I don’t make excuses anymore. I face my problems head on. As soon as I told God I was ready to start tearing down my strongholds, in 2015, it’s been one chain, one stronghold after the other – GONE, UNBOUND, UPROOTED. And He isn’t finished with me yet!! Some valleys were longer and deeper than others, some far more painful but the outcome of that pain is beauty! It’s strength, love, identity, purpose, knowledge, wisdom, joy, happiness, and so so so much more!

When I was in my last season which was preparing my soil, there were so many trials. Within the last week, I have FELT a few of my seeds take ROOT in that soil I churned up and cleared out. 🙏🙌

Thankfullness; have you ever rested in it?

Turning Wounds Into Wisdom,

You Him and Her 💜

Truth and Freedom

Truth and Freedom

One thing I’ve learned on my journey thus far is this: our spiritual freedom is found as we learn the truth about the lies that have held us captive.
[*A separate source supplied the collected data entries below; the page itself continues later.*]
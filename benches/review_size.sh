#!/usr/bin/env bash
# The review page's size against the QC movie's, on 1024 x 1024 recordings of 100, 400 and
# 1000 frames (~300 nuclei of 14 px, synthesized; the seed of benches/versus_python.sh), each
# tracked with the defaults. Prints per recording: the review folder in MB (and its display
# frames, full-resolution frames and data), the GIF in MB with its frame count, and the
# movie-and-review pass's time from run.json.
#
#   bash benches/review_size.sh [WORK_DIR] [FRAME_COUNTS...]     # ~4 min for 100 400 1000
set -euo pipefail
cd "$(dirname "$0")/.."
work="${1:-$(mktemp -d)}"
shift || true
counts=("${@:-100 400 1000}")
mkdir -p "$work"
cargo build --release --locked --quiet
bin="$PWD/target/release/caravan"
mb() { du -sb "$1" | awk '{printf "%.1f", $1 / 1e6}'; }
printf "%-7s %-10s %-8s %-8s %-6s %-8s %-11s %-10s\n" frames review_MB frames_MB full_MB data_MB gif_MB gif_frames pass_s
for n in ${counts[*]}; do
  rec="$work/rec$n"
  [ -f "$rec/recording.tif" ] || "$bin" synth -o "$rec" --size 1024x1024 --frames "$n" --nuclei 300 \
    --compression none --seed 11 >/dev/null
  run="$work/run$n"
  "$bin" track "$rec/recording.tif" -o "$run" --force --no-analysis >/dev/null
  gif_frames=$(python3 -c "
import sys
data = open(sys.argv[1], 'rb').read()
print(data.count(b'\x00\x21\xf9\x04'))" "$run/qc_movie.gif")
  pass_s=$(python3 -c "import json,sys; print(round(json.load(open(sys.argv[1]))['timings_s']['movie'], 2))" "$run/run.json")
  printf "%-7s %-10s %-8s %-8s %-6s %-8s %-11s %-10s\n" "$n" "$(mb "$run/review")" "$(mb "$run/review/frames")" \
    "$(mb "$run/review/full")" "$(mb "$run/review/data")" "$(mb "$run/qc_movie.gif")" "$gif_frames" "$pass_s"
done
These are the moments in which love breaks through the darkness and the blinders begin to fall off of our eyes, revealing the sweet freedom that is ours to walk in.

There are spiritual forces at work that try to lure us into their world of lies. Once we buy into those lies, they create an atmosphere or subculture around us from which we live, operate, and see our lives.
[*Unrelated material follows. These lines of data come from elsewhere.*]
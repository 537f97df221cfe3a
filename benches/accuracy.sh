#!/usr/bin/env bash
# The README accuracy table: `caravan synth` + `caravan track` with its defaults (no
# --diameter, no --max-step: as a user runs it) + `caravan score`, over scenes of our own of
# varied difficulty (seeded), each also tracked with frame-to-frame linking only (no
# prediction, gap closing or divisions) and linked by a plain nearest-neighbour linker at the
# gate that suits it best (benches/nearest_linker.py) as the floor.
#
#   bash benches/accuracy.sh [WORK_DIR]      # prints a Markdown table; a few minutes
#   CARAVAN_BIN=/path/to/caravan bash benches/accuracy.sh   # another build, for before/after
#   CARAVAN_SYNTH_BIN=/path/to/new/caravan CARAVAN_BIN=/path/to/old/caravan bash benches/accuracy.sh
#       # the same scenes (made by the newer build's synth) tracked by an older build
set -euo pipefail
cd "$(dirname "$0")/.."
if [ -z "${CARAVAN_BIN:-}" ]; then
  cargo build --release --locked --quiet
  bin="$PWD/target/release/caravan"
else
  bin="$CARAVAN_BIN"
fi
synth_bin="${CARAVAN_SYNTH_BIN:-$bin}"
work="${1:-$(mktemp -d)}"
mkdir -p "$work"
venv="${TMPDIR:-/tmp}/caravan-bench-venv"
[ -x "$venv/bin/python" ] || python3 -m venv "$venv"
"$venv/bin/pip" install --quiet numpy==2.4.6 scipy==1.17.1
py="$venv/bin/python"

# name | synth options
scenarios=(
  "sparse, wandering|--scenario dish --frames 40 --seed 101"
  "dense, touching|--scenario crowded --frames 30 --seed 102"
  "dense, tissue look|--scenario crowded --look tissue --frames 30 --seed 109"
  "crowded field (30% area, ~65% touching, pressed)|--scenario crowded --nuclei 287 --look tissue --brightness-spread 0.25 --separation 0.7 --frames 30 --seed 113"
  "low signal (peak 120 photons over 60)|--scenario dish --frames 40 --signal 120 --seed 103"
  "dim (peak 3x noise, tissue look)|--scenario dish --frames 40 --snr 3 --look tissue --seed 110"
  "fast stream (7 px/frame)|--scenario stripe --nuclei 80 --drift 7 --frames 30 --seed 104"
  "fast persistent (0.8 diameters/frame)|--scenario dish --nuclei 47 --speed 11.2 --persistence 5 --frames 30 --seed 111"
  "dividing (1% per frame)|--scenario dish --frames 40 --divisions 0.01 --seed 105"
  "dividing dense stream|--scenario stripe --nuclei 80 --frames 40 --divisions 0.005 --seed 106"
  "frequent divisions (0.8%, mitotic rounding, crowded tissue)|--scenario crowded --look tissue --divisions 0.008 --mitosis-frames 2 --frames 40 --seed 114"
  "overnight-like (400 frames, 200 nuclei, divisions, dimming)|--scenario dish --nuclei 200 --look tissue --divisions 0.0005 --mitosis-frames 2 --dimming 0.01 --frames 400 --seed 115"
  "one-frame dropouts (5%)|--scenario dish --frames 40 --dropouts 0.05 --seed 107"
  "strong bleaching (1% per frame)|--scenario stripe --frames 40 --bleach 0.01 --seed 108"
)
baseline="--prediction off --max-gap 0 --divisions off"
gates="3 5 8 11 15 20 25 30"

for k in "${!scenarios[@]}"; do
  IFS='|' read -r name synth <<<"${scenarios[$k]}"
  d="$work/s$k"
  mkdir -p "$d/nn"
  # shellcheck disable=SC2086
  "$synth_bin" synth -o "$d/syn" --size 384x384 $synth >/dev/null
  "$bin" track "$d/syn/recording.tif" -o "$d/run" --no-movie --no-analysis --force >"$d/track.txt" || true
  "$bin" score --truth "$d/syn" --tracks "$d/run" -o "$d/score.json" >/dev/null
  # shellcheck disable=SC2086
  "$bin" track "$d/syn/recording.tif" -o "$d/base" --no-movie --no-analysis --force $baseline >/dev/null || true
  "$bin" score --truth "$d/syn" --tracks "$d/base" -o "$d/base_score.json" >/dev/null
  for g in $gates; do
    "$py" benches/nearest_linker.py "$d/run/detections.csv" "$g" "$d/nn/tracks_$g.csv"
    "$bin" score --truth "$d/syn" --tracks "$d/nn/tracks_$g.csv" -o "$d/nn/score_$g.json" >/dev/null
  done
  printf '%s\n' "$name" >"$d/name"
done

# Pure noise: no nuclei at all, defaults (the diameter estimate should refuse), then a given
# diameter (the verdict should fail).
"$synth_bin" synth -o "$work/noise/syn" --size 384x384 --frames 20 --nuclei 0 --seed 112 >/dev/null
set +e
"$bin" track "$work/noise/syn/recording.tif" -o "$work/noise/run" --no-movie --no-analysis --force \
  >/dev/null 2>"$work/noise/defaults.err"
echo $? >"$work/noise/defaults.rc"
"$bin" track "$work/noise/syn/recording.tif" -o "$work/noise/given" --diameter 14px --no-movie --no-analysis \
  --force >"$work/noise/given.txt" 2>&1
echo $? >"$work/noise/given.rc"
set -e

"$py" - "$work" "${#scenarios[@]}" "$gates" <<'PY'
import json, sys
work, n, gates = sys.argv[1], int(sys.argv[2]), sys.argv[3].split()
print("| scenario | detection F1 | TRA | DET | MOTA | link recall | ID switches | mostly tracked | divisions recovered / spurious | verdict | frame-to-frame only: TRA, MT | nearest neighbour at its best gate: MOTA, link recall (gate) |")
print("|---|---|---|---|---|---|---|---|---|---|---|---|")
for k in range(n):
    d = f"{work}/s{k}"
    name = open(f"{d}/name").read().strip()
    s = json.load(open(f"{d}/score.json"))["score"]
    b = json.load(open(f"{d}/base_score.json"))["score"]
    try:
        verdict = json.load(open(f"{d}/run/run.json")).get("verdict", {}).get("verdict", "–")
    except (OSError, ValueError):
        verdict = "–"
    nn = max(((json.load(open(f"{d}/nn/score_{g}.json"))["score"], g) for g in gates),
             key=lambda p: (p[0]["clear_mot"]["mota"], p[0]["link_recall"]))
    dv = s["divisions"]
    div = f'{dv["recovered"]}/{dv["reference_events"]}, {dv["spurious"]}' if dv["reference_events"] or dv["found_events"] else "–"
    print(f'| {name} | {s["detection_f1"]:.3f} | {s["tra"]:.4f} | {s["det"]:.4f} | {s["clear_mot"]["mota"]:.4f} '
          f'| {s["link_recall"]:.3f} | {s["clear_mot"]["identity_switches"]} | {s["tracks"]["mostly_tracked"]:.3f} '
          f'| {div} | {verdict} | {b["tra"]:.4f}, {b["tracks"]["mostly_tracked"]:.3f} '
          f'| {nn[0]["clear_mot"]["mota"]:.4f}, {nn[0]["link_recall"]:.3f} ({nn[1]} px) |')
print()
print("What broke the true tracks that are not mostly tracked (`caravan score`'s breakdown; tracks by main cause, events in brackets):")
print()
print("| scenario | tracks not mostly tracked | missed detection | merged with a neighbour | wrong link | division missed | division spurious |")
print("|---|---|---|---|---|---|---|")
causes = ["missed_detection", "merged_with_neighbour", "wrong_link", "division_missed", "division_spurious"]
for k in range(n):
    d = f"{work}/s{k}"
    b = json.load(open(f"{d}/score.json"))["score"]["breaks"]
    cells = " | ".join(f'{b["by_main_cause"][c]} ({b["events"][c]})' for c in causes)
    print(f'| {open(f"{d}/name").read().strip()} | {b["tracks_not_mostly_tracked"]} | {cells} |')
print()
rc = open(f"{work}/noise/defaults.rc").read().strip()
err = open(f"{work}/noise/defaults.err").read().strip().splitlines()
given_rc = open(f"{work}/noise/given.rc").read().strip()
try:
    given = json.load(open(f"{work}/noise/given/run.json"))
    per = given["counts"]["detections"] / given["counts"]["frames"]
    v = given.get("verdict", {}).get("verdict", "–")
except (OSError, ValueError, KeyError):
    per, v = float("nan"), "–"
print(f"Pure noise (20 frames, no nuclei): defaults exit {rc}" + (f" ({err[-1]})" if err else ""))
print(f"Pure noise with --diameter 14px: exit {given_rc}, {per:.0f} objects per frame, verdict {v}")
PY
Therefore, oftentimes, what’s going on outside of us reveals what’s going on deep within us. Whether it’s the news, social media, circumstances, our spouses, children, leaders, friends, the driver in the car in front of you, coworkers, or that person walking down the street, any of these can push our buttons and squeeze our lives like a toothpaste tube. It’s when we are under pressure that we see what is within us.

Is it anger? Control? Fear? Unforgiveness?
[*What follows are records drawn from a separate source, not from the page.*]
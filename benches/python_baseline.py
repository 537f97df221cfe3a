"""The plain scientific-Python way of doing Caravan's job, for the speed benchmark.

usage: python_baseline.py RECORDING.tif OUT_TRACKS.csv DIAMETER_PX [WORKERS]

Per frame: Gaussian smoothing, Otsu threshold, Euclidean distance transform, peak seeds,
seeded watershed, region measurements (scipy.ndimage, scikit-image); then frame-to-frame
linking by scipy.optimize.linear_sum_assignment with a maximum step. Written as a careful
scientist would write it, not tuned. With WORKERS > 1 the frames are segmented by that many
worker processes (multiprocessing.Pool, each opening the file once), as a scientist with
several cores would run it; linking stays in the main process.
"""
import multiprocessing
import sys

import numpy as np
import tifffile
from scipy import ndimage as ndi
from scipy.optimize import linear_sum_assignment
from skimage.feature import peak_local_max
from skimage.filters import threshold_otsu
from skimage.measure import regionprops
from skimage.segmentation import watershed

path, out, diameter = sys.argv[1], sys.argv[2], float(sys.argv[3])
workers = int(sys.argv[4]) if len(sys.argv) > 4 else 1
max_step = 0.6 * diameter


def segment(frame):
    smooth = ndi.gaussian_filter(frame.astype(np.float32), sigma=max(1.0, diameter / 10))
    mask = smooth > threshold_otsu(smooth)
    mask = ndi.binary_fill_holes(mask)
    distance = ndi.distance_transform_edt(mask)
    peaks = peak_local_max(distance, min_distance=max(1, int(diameter / 3)), labels=ndi.label(mask)[0], exclude_border=False)
    markers = np.zeros(frame.shape, dtype=np.int32)
    markers[tuple(peaks.T)] = np.arange(1, len(peaks) + 1)
    labels = watershed(-distance, markers, mask=mask)
    min_area = 0.2 * np.pi * (diameter / 2) ** 2
    return np.array([(p.centroid[1], p.centroid[0]) for p in regionprops(labels, intensity_image=frame) if p.area >= min_area])


_tif = None


def open_once():
    global _tif
    _tif = tifffile.TiffFile(path)


def segment_page(t):
    return segment(_tif.pages[t].asarray())


def all_points():
    """Each frame's centroids, in frame order."""
    with tifffile.TiffFile(path) as tif:
        frames = len(tif.pages)
    if workers <= 1:
        open_once()
        return [segment_page(t) for t in range(frames)]
    with multiprocessing.Pool(workers, initializer=open_once) as pool:
        return list(pool.imap(segment_page, range(frames), chunksize=2))


def link(per_frame):
    rows = []
    previous, previous_ids, next_id = np.empty((0, 2)), [], 1
    for t, points in enumerate(per_frame):
        ids = [0] * len(points)
        if len(previous) and len(points):
            d = np.hypot(previous[:, None, 0] - points[None, :, 0], previous[:, None, 1] - points[None, :, 1])
            r, c = linear_sum_assignment(np.where(d <= max_step, d, 1e6))
            for i, j in zip(r, c):
                if d[i, j] <= max_step:
                    ids[j] = previous_ids[i]
        for j in range(len(points)):
            if ids[j] == 0:
                ids[j], next_id = next_id, next_id + 1
            rows.append((ids[j], t, points[j, 0], points[j, 1]))
        previous, previous_ids = points, ids
    return rows


if __name__ == "__main__":
    rows = link(all_points())
    rows.sort()
    with open(out, "w") as f:
        f.write("track_id,parent_id,frame,x,y\n")
        for tid, t, x, y in rows:
            f.write(f"{tid},,{t},{x:.4f},{y:.4f}\n")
Or is it peace, love, joy, patience, and the like?

I recently resigned with my employer after many discussions regarding what needed to change in my department. I held a very important role within the company and sincerely loved the responsibilities I had and about 80 percent of the people I had the pleasure of working with. Instead of feeling fear when deciding to resign from that position, I felt joy and peace. Even though there are still pressures around me, I know that I have given my life and ALL its circumstances to Christ, therefore, I’m EXCITED to see what He has planned for my future endeavors and for my family. The enemy can try to lie to me and tell me that I don’t have value, I’m not smart, or that I made a mistake but since Christ is at the center of my life, I know that there was no mistake made and that I’m wonderfully made in His image. I am deciding to not live in the enemies lies.

What if I told you there’s a way to break free from the lies you’ve found yourself living in, that there’s a way to step into the truth that is wrapped in love, enabling you to create the culture of the kingdom of heaven inside your heart and around your life?

In some seasons it feels like a fight to step into spiritual freedom, and in other seasons there’s a beautiful ease in aligning ourselves with what is already ours in Jesus. It’s an ongoing process for each and every one of us and, of course, a very personal one. It’s a journey I hope we can share together. I believe I can help as a fellow traveler on the path of freedom.

Freedom from the lies is available to all of us through God’s Son, Jesus, and the gift of our helper and counselor, the Holy Spirit. We just have to be willing to do what it takes to partner with the truth and step into it.